WHAT NEEDS TO BE DONE:
First find the line with "UnmarshalText sets s" in the entries below, then set down exactly every line through the line with "func (s *CacheScaling)", that line included.

STORED DATA:

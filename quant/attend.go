package quant

import (
	"fmt"
	"math"
	"math/big"

	"github.com/plumbref/plumb/compare"
	"github.com/plumbref/plumb/internal/num"
	"github.com/plumbref/plumb/internal/vocab"
)

// CacheTensor is a quantised key or value cache, [Batch, Heads, Len, Dim]
// row-major (heads-major: one row of Dim elements per token). Element i
// means c·s: c the value of its code (Code: the integer of the two's
// complement byte for CacheInt8, the OFP8 rev 1.0 value of the bit pattern
// for CacheE4M3 and CacheE5M2, decoded by compare.Format.Decode) and s the
// scale Scaling gives it:
//
//	Scaling         scales                 element (b, h, t, d) uses
//	per-tensor      1                      Scales[0]
//	per-head        Batch·Heads            Scales[b·Heads + h]
//	per-token       Batch·Heads·Len        Scales[(b·Heads + h)·Len + t]
//
// Every scale is a positive finite float32 value, so every c·s is exact in
// float64 (at most 8 + 24 significand bits). The int8 code −128 is
// accepted; QuantiseCache chooses codes in −127..127 (common practice for
// symmetric caches, so that the range is symmetric).
type CacheTensor struct {
	Batch, Heads, Len, Dim int
	Code                   CacheCode
	Scaling                CacheScaling
	Codes                  []uint8
	Scales                 []float64
}

// format returns the OFP8 format of an FP8 code, and its largest value.
func (c CacheCode) format() (compare.Format, float64) {
	switch c {
	case CacheE4M3:
		return compare.E4M3, 448
	case CacheE5M2:
		return compare.E5M2, 57344
	}
	return compare.Float64, 127
}

// scaleIndex returns the scale of element (b·Heads + h, t).
func (c *CacheTensor) scaleIndex(bh, t int) int {
	switch c.Scaling {
	case CachePerHead:
		return bh
	case CachePerToken:
		return bh*c.Len + t
	}
	return 0
}

// scales returns how many scales c's Scaling gives it.
func (c *CacheTensor) scaleCount() int {
	switch c.Scaling {
	case CachePerHead:
		return c.Batch * c.Heads
	case CachePerToken:
		return c.Batch * c.Heads * c.Len
	}
	return 1
}

func checkDims(fn, what string, dims ...int) (int, error) {
	n := 1
	for _, d := range dims {
		if d < 0 {
			return 0, fmt.Errorf("%w: %s: %s shape = %v; want dimensions ≥ 0", ErrSize, fn, what, dims)
		}
		if d > 0 && n > MaxElements/d {
			return 0, fmt.Errorf("%w: %s: %s shape = %v; want at most MaxElements = %d elements", ErrSize, fn, what, dims, MaxElements)
		}
		n *= d
	}
	return n, nil
}

// decode checks c for fn and returns its values, row-major.
func (c *CacheTensor) decode(fn, arg string) ([]float64, error) {
	n, err := checkDims(fn, arg, c.Batch, c.Heads, c.Len, c.Dim)
	if err != nil {
		return nil, err
	}
	if len(c.Codes) != n {
		return nil, fmt.Errorf("%w: %s: %s.Codes has %d values; want Batch·Heads·Len·Dim = %d", ErrLength, fn, arg, len(c.Codes), n)
	}
	if err := c.Code.Check(); err != nil {
		return nil, vocab.At(err, ErrOption, fn+": "+arg+".Code")
	}
	if err := c.Scaling.Check(); err != nil {
		return nil, vocab.At(err, ErrOption, fn+": "+arg+".Scaling")
	}
	if ns := c.scaleCount(); len(c.Scales) != ns {
		return nil, fmt.Errorf("%w: %s: %s.Scales has %d values; want %d (%v)", ErrLength, fn, arg, len(c.Scales), ns, c.Scaling)
	}
	for i, s := range c.Scales {
		if !ScaleFloat32.contains(s) {
			return nil, fmt.Errorf("%w: %s: %s.Scales[%d] = %v; want a positive finite float32 value", ErrScale, fn, arg, i, s)
		}
	}
	f, _ := c.Code.format()
	out := make([]float64, n)
	for bh := range c.Batch * c.Heads {
		for t := range c.Len {
			s := c.Scales[c.scaleIndex(bh, t)]
			for d := range c.Dim {
				i := (bh*c.Len+t)*c.Dim + d
				v := float64(int8(c.Codes[i]))
				if c.Code != CacheInt8 {
					v, _ = f.Decode(uint64(c.Codes[i])) // every 8-bit pattern decodes
				}
				out[i] = v * s // exact
			}
		}
	}
	return out, nil
}
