package quant

import "github.com/plumbref/plumb/internal/vocab"

// This file holds the conventions of quantised key/value caches and of
// quantised attention probabilities (see CacheTensor and Attend).

// CacheCode is the code format of a quantised key/value cache.
type CacheCode int

const (
	// CacheInt8: symmetric int8 codes, two's complement bytes, value q·s (no zero point). The zero value.
	CacheInt8 CacheCode = iota
	// CacheE4M3: OFP8 E4M3 codes (OFP8 rev 1.0), value v·s.
	CacheE4M3
	// CacheE5M2: OFP8 E5M2 codes (OFP8 rev 1.0), value v·s.
	CacheE5M2
)

var cacheCodeWords = vocab.New("quant", "cache code", "how a quantised key/value cache stores its elements", ErrOption,
	vocab.W(CacheInt8, "int8", "symmetric int8 codes, value q·s, new codes chosen in −127..127"),
	vocab.W(CacheE4M3, "e4m3", "OFP8 E4M3 codes, value v·s, new scales amax/448"),
	vocab.W(CacheE5M2, "e5m2", "OFP8 E5M2 codes, value v·s, new scales amax/57344"),
)

// String returns c's word ("int8").
func (c CacheCode) String() string { return cacheCodeWords.String(c) }

// MarshalText returns c's word; a value with none is an error wrapping
// ErrOption.
func (c CacheCode) MarshalText() ([]byte, error) { return cacheCodeWords.Marshal(c) }

// UnmarshalText sets c from its word; any other text is an error wrapping
// ErrOption that lists the words.
// A nil receiver is an error wrapping the same sentinel, not a panic.
func (c *CacheCode) UnmarshalText(b []byte) error { return cacheCodeWords.Unmarshal(c, b) }

// Meaning returns one line saying what c means.
func (c CacheCode) Meaning() string { return cacheCodeWords.Meaning(c) }

// Values lists every CacheCode, the zero value first.
func (CacheCode) Values() []CacheCode { return cacheCodeWords.Values() }

// Check returns nil if c is one of the CacheCode constants, or an error
// wrapping ErrOption that lists the words.
func (c CacheCode) Check() error { return cacheCodeWords.Check(c) }

// CacheScaling says which elements of a [Batch, Heads, Len, Dim] cache
// share one scale.
type CacheScaling int

const (
	// CachePerTensor: one scale for the whole cache. The zero value.
	CachePerTensor CacheScaling = iota
	// CachePerHead: one scale per (batch entry, head), Batch·Heads scales.
	CachePerHead
	// CachePerToken: one scale per (batch entry, head, token), the Dim elements of one key or value row; Batch·Heads·Len scales.
	CachePerToken
)

var cacheScalingWords = vocab.New("quant", "cache scaling", "which elements of a quantised key/value cache share one scale", ErrOption,
	vocab.W(CachePerTensor, "per-tensor", "one scale for the whole cache"),
	vocab.W(CachePerHead, "per-head", "one scale per batch entry and head"),
	vocab.W(CachePerToken, "per-token", "one scale per batch entry, head and token (one key or value row)"),
)

// String returns s's word ("per-token").
func (s CacheScaling) String() string { return cacheScalingWords.String(s) }

// MarshalText returns s's word; a value with none is an error wrapping
// ErrOption.
func (s CacheScaling) MarshalText() ([]byte, error) { return cacheScalingWords.Marshal(s) }

// UnmarshalText sets s from its word; any other text is an error wrapping
// ErrOption that lists the words.
// A nil receiver is an error wrapping the same sentinel, not a panic.
func (s *CacheScaling) UnmarshalText(b []byte) error { return cacheScalingWords.Unmarshal(s, b) }

// Meaning returns one line saying what s means.
func (s CacheScaling) Meaning() string { return cacheScalingWords.Meaning(s) }

// Values lists every CacheScaling, the zero value first.
func (CacheScaling) Values() []CacheScaling { return cacheScalingWords.Values() }

// Check returns nil if s is one of the CacheScaling constants, or an error
// wrapping ErrOption that lists the words.
func (s CacheScaling) Check() error { return cacheScalingWords.Check(s) }

// ProbCode says whether and how Attend quantises the softmax weights
// before their product with V.
type ProbCode int

const (
	// ProbExact: the weights are not quantised. The zero value.
	ProbExact ProbCode = iota
	// ProbE4M3: the unnormalised weights e = exp(x − max x) ∈ (0, 1] are held as E4M3 codes with the fixed scale 1/448.
	ProbE4M3
	// ProbE5M2: the same with E5M2 codes and the fixed scale 1/57344.
	ProbE5M2
)

var probCodeWords = vocab.New("quant", "probability code", "whether the softmax weights are quantised before their product with V", ErrOption,
	vocab.W(ProbExact, "none", "the weights are not quantised"),
	vocab.W(ProbE4M3, "e4m3", "the unnormalised weights exp(x − max x) as E4M3 codes of round(448·e), scale 1/448"),
	vocab.W(ProbE5M2, "e5m2", "the unnormalised weights exp(x − max x) as E5M2 codes of round(57344·e), scale 1/57344"),
)

// String returns p's word ("e4m3").
func (p ProbCode) String() string { return probCodeWords.String(p) }

// MarshalText returns p's word; a value with none is an error wrapping
// ErrOption.
func (p ProbCode) MarshalText() ([]byte, error) { return probCodeWords.Marshal(p) }

// UnmarshalText sets p from its word; any other text is an error wrapping
// ErrOption that lists the words.
// A nil receiver is an error wrapping the same sentinel, not a panic.
func (p *ProbCode) UnmarshalText(b []byte) error { return probCodeWords.Unmarshal(p, b) }

// Meaning returns one line saying what p means.
func (p ProbCode) Meaning() string { return probCodeWords.Meaning(p) }

// Values lists every ProbCode, the zero value first.
func (ProbCode) Values() []ProbCode { return probCodeWords.Values() }

// Check returns nil if p is one of the ProbCode constants, or an error
// wrapping ErrOption that lists the words.
func (p ProbCode) Check() error { return probCodeWords.Check(p) }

RESULT:
// UnmarshalText sets s from its word; any other text is an error wrapping
// ErrOption that lists the words.
// A nil receiver is an error wrapping the same sentinel, not a panic.
func (s *CacheScaling) UnmarshalText(b []byte) error { return cacheScalingWords.Unmarshal(s, b) }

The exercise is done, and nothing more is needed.